Coral atolls indicate birth of Indian monsoon
15 December 2016, by Franziska Neigenfind
Photo: UHH/CEN
News from Climate Science: Once a month, climate researchers report on their latest findings in the newspaper “Hamburger Abendblatt”. Prof. Dr. Christian Betzler is a geologist and head of research at the Control Station German Research Vessels. He explains how coral atolls indicate birth of Indian monsoon.

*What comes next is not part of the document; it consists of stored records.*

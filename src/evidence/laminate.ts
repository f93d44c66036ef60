import { debyePermittivity, laminateAt, widebandDebye } from '../physics/material/index.js';
import type { EvidenceCheck } from './check.js';

const TOPIC = 'Laminate';
const common = {
  topic: TOPIC,
  source:
    'A. R. Djordjević et al., IEEE Trans. Electromagn. Compat. 43(4), 2001; values computed separately from the formula',
  howKnown: 'memory',
  toleranceReason: 'half a unit of the last digit kept',
} as const;

/** Corners at which the reference was computed: 1e4 and 1e12 rad/s. */
const corners = { lower: 1e4, upper: 1e12 };

function reference(
  permittivity: number,
  lossTangent: number,
  high: number,
  step: number,
  at: readonly (readonly [number, number, number])[],
): EvidenceCheck[] {
  const model = widebandDebye({ permittivity, lossTangent, frequency: 10e9 }, corners);
  const words = `wideband Debye from ${permittivity}, ${lossTangent} at 10 GHz, upper corner 1e12 rad/s`;
  const check = (name: string, quantity: string, expected: number, tolerance: number, compute: () => number) => ({
    ...common,
    id: `laminate.debye-${name}-${permittivity}`,
    quantity: `${words}: ${quantity}`,
    unit: '1',
    expected,
    tolerance,
    compute,
  });
  return [
    check('high', 'permittivity far above', high, 5e-5, () => model.high),
    check('step', 'step of permittivity', step, 1e-4 * step, () => model.step),
    ...at.flatMap(([gigahertz, eps, tan]) => [
      check(
        `permittivity-${gigahertz}`,
        `permittivity at ${gigahertz} GHz`,
        eps,
        5.1e-5,
        () => debyePermittivity(model, gigahertz * 1e9).re,
      ),
      check(`loss-tangent-${gigahertz}`, `loss tangent at ${gigahertz} GHz`, tan, 1e-4 * tan, () => {
        const e = debyePermittivity(model, gigahertz * 1e9);
        return -e.im / e.re;
      }),
    ]),
  ];
}

export const laminateChecks: readonly EvidenceCheck[] = [
  ...reference(3, 0.0013, 2.9928, 0.047638, [
    [1, 3.0059, 0.001346],
    [77, 2.995, 0.00096727],
    [100, 2.9945, 0.00087211],
  ]),
  ...reference(3.55, 0.0027, 3.5324, 0.11708, [
    [1, 3.5646, 0.0027896],
    [77, 3.5377, 0.0020126],
    [100, 3.5364, 0.0018149],
  ]),
  {
    ...common,
    id: 'laminate.corner-fall',
    quantity: 'fall of the loss tangent from 10 to 77 GHz that an upper corner of 1e12 rad/s invents',
    unit: '%',
    expected: -26,
    tolerance: 0.5,
    compute: () =>
      100 *
      (laminateAt({ permittivity: 3, lossTangent: 0.0013, frequency: 10e9 }, { frequency: 77e9 }, {}, corners)
        .lossTangent /
        0.0013 -
        1),
  },
];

The Maldives mostly evoke images of bright sandy beaches, crystal clear water, and palm trees. Few people know, however, that the flat coral islands are merely the peaks of a limestone massif composed of sedimentary rocks and culminating at 3,000 meters. Their deepest strata hold plenty of information about Earth’s creation that is yet to be deciphered. In collaboration with my colleagues from Universität Hamburg’s Center for Earth System Science and Sustainability I have investigated and read this 50-million-year-old sediment archive. Our primary aim was to unravel the causes of past sea level changes in the Indian Ocean in order to draw conclusions about today’s sea level variations.
Within the context of our investigations, we repeatedly set off on expeditions to the Maldives aboard research vessels. By means of drillings, sonar, and seismic instruments we explored the geological structures reaching down several thousand meters beneath the atolls. The layers of the drill cores and seismic records provided us with a pretty clear picture of climate and sea level changes and also told us how strong or weak the ocean currents were at the time.

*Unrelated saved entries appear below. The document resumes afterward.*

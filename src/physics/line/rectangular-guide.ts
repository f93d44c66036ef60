import { type Complex, complex, sqrt } from '../../numerics/complex.js';
import { ETA0, SPEED_OF_LIGHT } from '../constants.js';
import type { ValidityFlag } from '../validity.js';

/** Names of the inner walls of a guide: `top` and `bottom` are the broad pair, `left` and `right` the narrow one. */
export type GuideWall = 'top' | 'bottom' | 'left' | 'right';

export interface RectangularGuideInput {
  /** Broad inner width a, m. */
  readonly width: number;
  /** Inner height b, m. */
  readonly height: number;
  /** Relative permittivity of the filling. */
  readonly permittivity: number;
  readonly lossTangent: number;
  /** Hz, above cut-off. */
  readonly frequency: number;
  /** Surface impedance of each wall, ohm. A rough wall is referred to the plane that width and height are measured to. */
  readonly walls: Readonly<Record<GuideWall, Complex>>;
}

export interface RectangularGuide {
  /** Hz */
  readonly cutoff: number;
  /** rad/m, without loss and without the inner reactance of the walls */
  readonly beta: number;
  /** Propagation constant α + jβ with losses and the reactance of the walls, 1/m. */
  readonly gamma: Complex;
  /** Np/m */
  readonly dielectricLoss: number;
  /** Np/m, by wall. To first order their sum and `dielectricLoss` are Re γ. */
  readonly conductorLoss: Readonly<Record<GuideWall, number>>;
  readonly flags: readonly ValidityFlag[];
}

/** Frequency over cut-off below which figures of first order are off by more than about 1 % for walls of 1 % loss. */
const CLOSE_TO_CUTOFF = 1.05;

function rangeFlags(ratio: number, frequency: number, height: number, index: number): ValidityFlag[] {
  const flag = (code: string, text: string): ValidityFlag => ({
    code: `guide.${code}`,
    severity: 'outside',
    model: 'waveguide, TE10',
    text,
  });
  const flags: ValidityFlag[] = [];
  if (ratio < CLOSE_TO_CUTOFF)
    flags.push(
      flag(
        'cutoff-range',
        `The frequency is ${ratio.toFixed(3)} times the cut-off; losses are those of a small perturbation, which holds from ${CLOSE_TO_CUTOFF} times upward.`,
      ),
    );
  const next = Math.min(2, (2 * height * index * frequency) / SPEED_OF_LIGHT < 1 ? Number.POSITIVE_INFINITY : 0);
  if (ratio >= next)
    flags.push(
      flag('higher-mode', 'A second mode propagates at this frequency (TE20 or TE01); only TE10 is evaluated here.'),
    );
  return flags;
}

/**
 * TE10 mode of a filled rectangular waveguide with small losses, each wall with its own surface impedance.
 *
 * αd = k² tan δ/(2β); αc = [Rs(broad) a³k² + Rs(side) 2bπ²]/(a³ b β k η) with equal walls, half a pair's term for each.
 * Reactance slows the wave with the same weights; both join as γ² = −β² + 2jβ(αd + Σ Z·weight), which stays finite
 * towards cut-off.
 * Source: D. M. Pozar, "Microwave Engineering", 4th ed., 2012, section 3.3, eq. (3.29) and (3.96) (from memory);
 * reactance by the same perturbation integral. First order in the wall impedance over that of the wave.
 *
 * @throws RangeError at or below cut-off
 */
export function rectangularGuide(input: RectangularGuideInput): RectangularGuide {
  const { width: a, height: b, permittivity, lossTangent, frequency, walls } = input;
  const index = Math.sqrt(permittivity);
  const cutoff = SPEED_OF_LIGHT / (2 * a * index);
  if (!(frequency > cutoff)) throw new RangeError(`TE10 needs more than its cut-off of ${cutoff} Hz, got ${frequency}`);
  const k = (2 * Math.PI * frequency * index) / SPEED_OF_LIGHT;
  const beta = Math.sqrt(k * k - (Math.PI / a) ** 2);
  const common = a ** 3 * b * beta * k * (ETA0 / index);
  const broad = (a ** 3 * k * k) / 2 / common;
  const side = (b * Math.PI ** 2) / common;
  const dielectricLoss = (k * k * lossTangent) / (2 * beta);
  const conductorLoss = {
    top: walls.top.re * broad,
    bottom: walls.bottom.re * broad,
    left: walls.left.re * side,
    right: walls.right.re * side,
  };
  const loss = dielectricLoss + conductorLoss.top + conductorLoss.bottom + conductorLoss.left + conductorLoss.right;
  const delay = (walls.top.im + walls.bottom.im) * broad + (walls.left.im + walls.right.im) * side;
  return {
    cutoff,
    beta,
    gamma: sqrt(complex(-beta * beta - 2 * beta * delay, 2 * beta * loss)),
    dielectricLoss,
    conductorLoss,
    flags: rangeFlags(frequency / cutoff, frequency, b, index),
  };
}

Suddenly, we made an astonishing discovery: layers built up 12.9 million years ago contained extraordinary sediments. Analyses showed they were drift sediments as accumulated only by strong ocean currents. This suggests an immense and abrupt increase of the interactive winds and ocean currents at that time. Currents in the formerly shallow ocean had evidently eroded sediments in some places and created characteristic drift sediments elsewhere. What did these unusual structures teach us? On further examination, they proved true what had been mere assumption at first: we had discovered the roots of the Indian monsoon system!

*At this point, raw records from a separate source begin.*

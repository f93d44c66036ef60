/** Checks of how coupling between two patches falls with distance on a thin slab. */
import { type ColumnGeometry, edgeNetwork } from '../physics/column/index.js';
import { SPEED_OF_LIGHT } from '../physics/constants.js';
import type { EvidenceCheck } from './check.js';
import { sheetFaces } from './engine-problems.js';

const FREQUENCY = 77e9;
const WAVELENGTH = SPEED_OF_LIGHT / FREQUENCY;
const PATCH = { width: 1e-3, length: 1.05e-3 };
/** So thin that the surface wave takes next to nothing. */
const HEIGHT = 25e-6;

/** Coupling in dB of two edge-fed patches whose centres are so many wavelengths apart; in the E plane the feeds point away. */
function coupling(plane: 'E' | 'H', wavelengths: number): number {
  const apart = wavelengths * WAVELENGTH;
  const patch = { y: 0, feedLineWidth: 0.13e-3, patches: [PATCH], links: [] };
  const columns: ColumnGeometry[] = [
    { ...patch, x: 0 },
    plane === 'E' ? { ...patch, x: apart + PATCH.length, direction: -1 } : { ...patch, x: 0, y: apart },
  ];
  const s = edgeNetwork(
    {
      slab: { permittivity: 3.16, lossTangent: 0, height: HEIGHT },
      stripThickness: 0,
      referenceImpedance: 'line',
      columns,
    },
    FREQUENCY,
  ).solve({ frequency: FREQUENCY, faces: sheetFaces('none', FREQUENCY) }).scattering[1][0];
  return 20 * Math.log10(Math.hypot(s.re, s.im));
}

const check = (plane: 'E' | 'H', expected: number, tolerance: number, toleranceReason: string): EvidenceCheck => ({
  id: `coupling.${plane.toLowerCase()}-plane-decay`,
  topic: 'Coupling of patches',
  quantity: `fall of coupling from 2 to 4 wavelengths in the ${plane} plane, ${HEIGHT * 1e6} µm of permittivity 3.16`,
  source:
    'far from a magnetic current on a ground plane: field as 1/r in the E plane, 1/r² in the H plane; the difference as measured by R. P. Jedlicka, M. T. Poe and K. R. Carver, IEEE Trans. Antennas Propag. 29(1), 1981',
  howKnown: 'memory',
  expected,
  unit: 'dB',
  tolerance,
  toleranceReason,
  compute: () => coupling(plane, 2) - coupling(plane, 4),
});

export const couplingDecayChecks: readonly EvidenceCheck[] = [
  check('E', 6.02, 0.6, 'the surface wave falls by 3 dB and is some tenth of the field on this slab'),
  check('H', 12.04, 0.3, 'terms of 1/r³ and the surface wave, each some hundredths of the field at two wavelengths'),
];
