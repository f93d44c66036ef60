import { arrayPatternChecks } from './array-patterns.js';
import type { EvidenceCheck } from './check.js';
import { columnEngineChecks } from './column.js';
import { conductorChecks } from './conductor.js';
import { couplingDecayChecks } from './coupling-decay.js';
import { guideChecks } from './guide.js';
import { laminateChecks } from './laminate.js';
import { lineChecks } from './line.js';
import { lineLossChecks } from './line-loss.js';
import { lineSolvedChecks } from './line-solved.js';
import { patchResonanceChecks } from './measured-patches.js';
import { otherLineChecks } from './other-lines.js';
import { roughShapeChecks } from './rough-shapes.js';
import { roughnessChecks } from './roughness.js';
import { samplingChecks } from './sampling.js';
import { slabWaveChecks } from './slab-waves.js';
import { textureChecks } from './texture.js';

/** Every check of the engine against a value from outside it, in the order of the evidence page. */
export const allChecks: readonly EvidenceCheck[] = [
  ...conductorChecks,
  ...textureChecks,
  ...roughnessChecks,
  ...roughShapeChecks,
  ...laminateChecks,
  ...lineChecks,
  ...lineLossChecks,
  ...lineSolvedChecks,
  ...guideChecks,
  ...otherLineChecks,
  ...columnEngineChecks,
  ...patchResonanceChecks,
  ...couplingDecayChecks,
  ...slabWaveChecks,
  ...arrayPatternChecks,
  ...samplingChecks,
];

But what triggered those strong winds and the sudden monsoon onset? One crucial factor was the ongoing formation of the Himalayas. The earth’s crust lifted and unfolded. This changed atmospheric airstreams so they could build up the wind field responsible for the monsoon. Yet, this explanation alone does not suffice, for the wind increase was too abrupt; rather, we identified a whole series of determinants. For instance, the global climate changed, causing great temperature differences between the poles and the equator. Simultaneously, an existing sea passage between India and the Eurasian continent closed up. Desert dust sediments from the drill cores have revealed that the climate above the Asian mainland thus became very dry, strengthening the monsoon even more.
Now, further analysis of our samples and data is to shed light on the long-term development of the Indian monsoon. Monsoon rain, in particular, has a great impact on humans and nature. In numerous countries, agriculture largely depends on rains being neither too heavy nor weak. We cannot make exact prediction about such short-term changes before we interpret the monsoon system correctly.